Charme médiéval revivifié
Nous sommes à la frontière d’Al Andalous et la première pierre de ce corps défensif a été posée en 976. La présence du fleuve, protégé d’une falaise, rendait les lieux inexpugnables. Ne vous privez pas des paysages admirés en plongée, ils valent le détour. Le château qui illustre le mieux l’histoire de la Conca de Barberà est sans doute celui de Vallfogona de Riucorb, ayant appartenu successivement à trois types de seigneurs féodaux : tout d’abord à un hobereau de la reconquête, ensuite aux Templiers de la sous-commanderie qu’il était à l’époque, et enfin, aux Hospitaliers de la commanderie qu’il est finalement devenu. Sur son blason, notons la présence des trois lions d’Angleterre. L’ensemble est à la fois majestueux et beau, avec ses grandes fenêtres gothiques, sa tour carrée et crénelée, et surtout son caractère intact qui surprend et émerveille. Vous n’en avez pas encore fini avec les châteaux de la comarca ! Cap sur le Château des Comtes de Santa Coloma de Queralt : attention merveille en vue. Les comtes de Queralt étaient en effet les plus grands vassaux des comtes de Barcelone, juste après les richissimes ducs de Cardona. Ce château a longtemps été leur résidence principale avant de devenir un séjour estival.

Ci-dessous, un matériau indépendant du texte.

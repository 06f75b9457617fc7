"""Implied volatility of one underlying by expiry and strike: slices by expiry, ordered in time."""

from __future__ import annotations

from collections.abc import Sequence
from dataclasses import dataclass, field
from datetime import date
from itertools import pairwise
from typing import NamedTuple

import numpy as np
from numpy.typing import ArrayLike, NDArray

from pricer.market.calendars import year_fraction
from pricer.market.corrected_slice import CorrectedSlice, Slice, base_of, cubic_derivatives
from pricer.market.slice_fit import fit_slice
from pricer.market.slice_order import is_admissible
from pricer.market.smile_quotes import Smile, SmileParameters, SmileQuotes
from pricer.market.svi import SviSlice, butterfly
from pricer.market.svi_fit import next_deviation
from pricer.market.volatility import VolatilityCurve

Array = NDArray[np.float64]


class SurfaceDerivatives(NamedTuple):
    """Total variance and its derivatives, all of one shape: in k once and twice, and in time (per year)."""

    variance: Array
    slope: Array
    curvature: Array
    speed: Array


@dataclass(frozen=True, slots=True, eq=False)
class ImpliedSurface:
    """Total variance ``w(k, t)`` of the pure martingale X (forward 1), k = log strike of X, t in ACT/365F years.

    Between two expiries w is linear in t at fixed k; before the first it is proportional to t, so
    the volatility of a strike is that of the first expiry. After the last the smile keeps its
    shape in standard deviations, ``w(k, t) = (t / T) w(k sqrt(T / t), T)``: the volatility at the forward stays
    and skew fades as 1 / sqrt(t). That is free of arbitrage in time wherever the last slice is free of it in strike.

    ``dates``, ``times``, ``slices`` : the expiries, increasing. ``quotes`` : what each was fitted to
    (empty for a surface not made from quotes).
    """

    valuation_date: date
    dates: tuple[date, ...]
    times: tuple[float, ...]
    slices: tuple[Slice, ...]
    quotes: tuple[SmileQuotes, ...] = ()
    _table: Array = field(init=False, repr=False)  # (5, n + 1) raw parameters, slice 0 without variance
    _places: Array = field(init=False, repr=False)  # (3, n + 1) start and width of corrections, index of the last cell
    _cells: Array = field(init=False, repr=False)  # (n + 1, largest number of cells, 4); one cell if there are none

    def __post_init__(self) -> None:
        if not self.slices or not len(self.dates) == len(self.times) == len(self.slices):
            raise ValueError(f"{len(self.slices)} slices do not fit {len(self.dates)} dates, {len(self.times)} times")
        for earlier, later in pairwise((0.0, *self.times)):
            if later <= earlier:
                raise ValueError(f"expiries must increase after the valuation date {self.valuation_date}")
        bases = map(base_of, self.slices)
        rows = [(0.0, 0.0, 0.0, 0.0, 1.0), *((s.a, s.b, s.rho, s.m, s.sigma) for s in bases)]
        object.__setattr__(self, "_table", np.array(rows).T)
        splines = {i: s for i, s in enumerate(self.slices, 1) if isinstance(s, CorrectedSlice)}
        places = np.tile([[0.0], [1.0], [0.0]], len(rows))
        cells = np.zeros((len(rows), max((s.cells.shape[0] for s in splines.values()), default=1), 4))
        for i, spline in splines.items():
            places[:, i] = spline.start, spline.width, spline.cells.shape[0] - 1.0
            cells[i, : spline.cells.shape[0]] = spline.cells
        object.__setattr__(self, "_places", places)
        object.__setattr__(self, "_cells", cells)

    @classmethod
    def from_quotes(cls, valuation_date: date, smiles: Sequence[Smile]) -> ImpliedSurface:
        """Slices fitted from short to long, each without butterfly arbitrage and above the one before.

        Total variance is therefore ordered in time within :data:`slice_order.RANGE` standard deviations of each
        expiry's forward. Slices are SVI, with a smooth correction where quotes are
        not SVI-shaped. Quotes that contradict this are missed by as much as needed: ``fit_errors`` says by
        how much, :mod:`pricer.market.arbitrage` where. A smile of parameters is taken as is where it is free of
        arbitrage, else fitted like nine quotes drawn from it.
        Raises ValueError unless expiry dates increase strictly after the valuation date.
        """
        if not smiles:
            raise ValueError("an implied volatility surface needs at least one expiry")
        dates = [smile.expiry_date for smile in smiles]
        for earlier, later in pairwise((valuation_date, *dates)):
            if later <= earlier:
                raise ValueError(
                    f"expiry dates must increase and lie after the valuation date {valuation_date}; "
                    f"{later} follows {earlier}"
                )
        times = [year_fraction(valuation_date, day) for day in dates]
        quotes = [
            smile.samples(time) if isinstance(smile, SmileParameters) else smile
            for smile, time in zip(smiles, times, strict=True)
        ]
        totals = [(q.log_moneyness, q.volatilities**2 * time) for q, time in zip(quotes, times, strict=True)]
        slices: list[Slice] = []
        for i, (smile, quote, time) in enumerate(zip(smiles, quotes, times, strict=True)):
            before = slices[-1] if slices else None
            stated = smile.slice(time) if isinstance(smile, SmileParameters) else None
            ahead = totals[i + 1 : i + 3]
            if stated is not None and is_admissible(stated, before, next_deviation(ahead)):
                slices.append(stated)
            else:
                slices.append(fit_slice(quote, time, before, ahead))
        return cls(valuation_date, tuple(dates), tuple(times), tuple(slices), tuple(quotes))

    @classmethod
    def flat(cls, curve: VolatilityCurve) -> ImpliedSurface:
        """The surface without skew of a curve, total variance for total variance."""
        slices = tuple(SviSlice.flat(variance) for variance in curve.variances[1:])
        return cls(curve.valuation_date, curve.dates, curve.times[1:], slices)

    @property
    def last_date(self) -> date:
        """The last expiry date."""
        return self.dates[-1]

    def is_extrapolated(self, day: date) -> bool:
        """Whether ``day`` lies beyond the last expiry date."""
        return day > self.last_date

    def total_variance(self, k: ArrayLike, t: ArrayLike) -> Array:
        """Total variance at log-moneyness ``k`` and time ``t`` >= 0, broadcast against each other."""
        return self.derivatives(k, t).variance

    def volatility(self, k: ArrayLike, t: ArrayLike) -> Array:
        """Annualised implied volatility, as ``total_variance``; at ``t`` = 0 the limit, the first expiry's."""
        t = np.asarray(t, dtype=float)
        positive = np.where(t > 0.0, t, self.times[0])
        out: Array = np.sqrt(self.total_variance(k, positive) / positive)
        return out

    def butterfly(self, k: ArrayLike, t: ArrayLike) -> Array:
        """The function g of :func:`svi.butterfly` at ``k`` and ``t`` > 0."""
        at = self.derivatives(k, t)
        return butterfly(np.broadcast_to(np.asarray(k, dtype=float), at.variance.shape), *at[:3])

    def derivatives(self, k: ArrayLike, t: ArrayLike) -> SurfaceDerivatives:
        """Total variance, d/dk, d2/dk2 and d/dt, each of the broadcast shape of ``k`` and ``t``.

        At an expiry d/dt is that of the interval which ends there. Raises ValueError for ``t`` < 0.
        """
        k, t = np.asarray(k, dtype=float), np.asarray(t, dtype=float)
        if np.any(t < 0.0):
            raise ValueError("total variance has no meaning before the valuation date")
        nodes = np.array((0.0, *self.times))
        right = np.clip(np.searchsorted(nodes, t, side="left"), 1, nodes.size - 1)
        span = nodes[right] - nodes[right - 1]
        beyond = t > nodes[-1]
        # One formula for inside and beyond: beyond, the last slice alone, at the strike of equal standard deviations.
        stretch = np.where(beyond, t / nodes[-1], 1.0)
        x = k / np.sqrt(stretch)
        share = np.where(beyond, 1.0, (t - nodes[right - 1]) / span)
        low, high = self._slices(x, right - 1), self._slices(x, right)
        variance, slope, curvature = (a + share * (b - a) for a, b in zip(low, high, strict=True))
        inside = (high[0] - low[0]) / span
        outside = (variance - 0.5 * x * slope) / nodes[-1]
        speed = np.where(beyond, outside, inside)
        return SurfaceDerivatives(stretch * variance, np.sqrt(stretch) * slope, curvature, speed)

    def fit_errors(self) -> tuple[Array, ...]:
        """Per expiry: surface less quote in annualised volatility (0.001 is 0.1 vol points), (n,) each."""
        return tuple(
            self.volatility(quote.log_moneyness, time) - quote.volatilities
            for quote, time in zip(self.quotes, self.times, strict=False)
        )

    def _slices(self, k: Array, which: NDArray[np.intp]) -> tuple[Array, Array, Array]:
        """Total variance and its derivatives in k of slices ``which`` (0: none), broadcast."""
        a, b, rho, m, sigma = self._table[:, which]
        z = k - m
        root = np.sqrt(z * z + sigma * sigma)
        variance, slope, curvature = a + b * (rho * z + root), b * (rho + z / root), b * sigma * sigma / root**3
        if self._cells.shape[1] == 1:
            return variance, slope, curvature
        start, width, last = self._places[:, which]
        z = (k - start) / width
        cell = np.clip(np.floor(z), -1.0, last - 1.0)
        p = self._cells[which, cell.astype(np.intp) + 1]
        value, first, second = cubic_derivatives(z - cell, p[..., 0], p[..., 1], p[..., 2], p[..., 3])
        return variance + value, slope + first / width, curvature + second / width**2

Le parcourir, c’est voir se dérouler la transformation d’une forteresse en palais, du gothique au renaissant pour aboutir au baroque. On accède au château par un portail du XVIIIe qui débouche sur la place d’armes. Vous remarquerez la tour circulaire datant de 1018, haute de 23 mètres, avec un diamètre de 12 mètres et une épaisseur de murs insolite de 3,25 mètres. Notez aussi l’escalinata de 34 marches et une fresque allégorique représentant le Dieu Tibre. N’oubliez pas de grimper au sommet de la tour : la vue y est magnifique et le village en contrebas bas est sublime. Vous n’aurez aucun mal à vous imaginer en vigie attentive en quête d’un signe de l’envahisseur… Il vous reste encore, après ce périple, à découvrir les ruines du château de Solivella dont la première occurrence remonte à 1076. Dans ce champ de ruines défiguré émergent quelques éléments renaissants ou gothiques ainsi que l’espace où se trouvait la place d’armes. La citerne, sert encore de réserve d’eau au village. Un joli clin d’œil en forme de main solidaire tendue par l’histoire qui tisse la mémoire de la Conca de Barberà.